Local Ingredients: Your Own Personal Hominy

You totally want this. For real.
You totally want this. For real.

Let’s talk about hominy, y’all.

My past perception of this humble little nugget was simple: a little trashy, a little low-rent, a little flavorless.

In short, I was a total douche about this particular ingredient.

Why?

Who knows?

As a quote from a long-forgotten character in a novel whose name I also forget said, “Sometimes it bees that way.”

But I digress. Point is, I was a snob about this humble little kernel of corn for no good reason.

That perception changed with a recent birthday dinner for my particular friend at Woodberry Kitchen.

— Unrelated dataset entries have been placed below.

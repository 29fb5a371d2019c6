import { attachment } from '@/lib/server/attachment';
import { requireMember } from '@/lib/server/auth/guard';
import { endpoint, refuseInput } from '@/lib/server/http';
import { exportRun } from '@/lib/server/store/run-imports';

/** The run as CSV, exact; `form=spreadsheet` guards notes that a spreadsheet would take for formulas. */
export const GET = endpoint(async ({ locals, params, url }) => {
  const member = requireMember(locals, 'workshop:read');
  const form = url.searchParams.get('form') ?? 'exact';
  if (form !== 'exact' && form !== 'spreadsheet')
    refuseInput([{ pointer: '/form', detail: 'Give exact or spreadsheet.' }]);
  const { number, text } = await member.inside((tx) => exportRun(tx, member, params.id, form === 'spreadsheet'));
  return attachment(new TextEncoder().encode(text), `run-${number}.csv`, 'text/csv; charset=utf-8; header=present');
});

My particular friend is a vegetarian who has been flirting with the idea of fish for quite some time. Although both of us believe that vegetarians can get plenty of plant-based protein, thankyouverymuch, there comes a time when it is simply easier to get animal-based protein (like, say, eating out).

Plus, fish is DELICIOUS.

So he figured that he would give fish another go at Woodberry, which, if I am being honest (as I always try to be), is potentially the best place to try anything new for the first time because Spike Gjerde and his brigade is the bees’ knees and you know whatever you order is going to be delicious.

So my particular friend ordered seared Maryland rockfish on a bed of hominy (among other things) and OH MY GOD.

Seriously.

That shit was good. Like, plate-mopping-with-homemade-bread-good. Eat-real-slow-to-make-it-last good.

Since that dinner I have become mildly obsessed with hominy. The word itself has been bumping around in my brain and, no lie, I had dreams about it once last week. I gave in and did some research then headed to the kitchen.

Hominy is basically corn that has had a good, long soak in a bath of something lime-y. In some applications, that bath is lye, which is tremendously terrible for you to actually eat and which this blog can absolutely not get behind. Lutefisk be damned – lye is not what you should be putting in your body.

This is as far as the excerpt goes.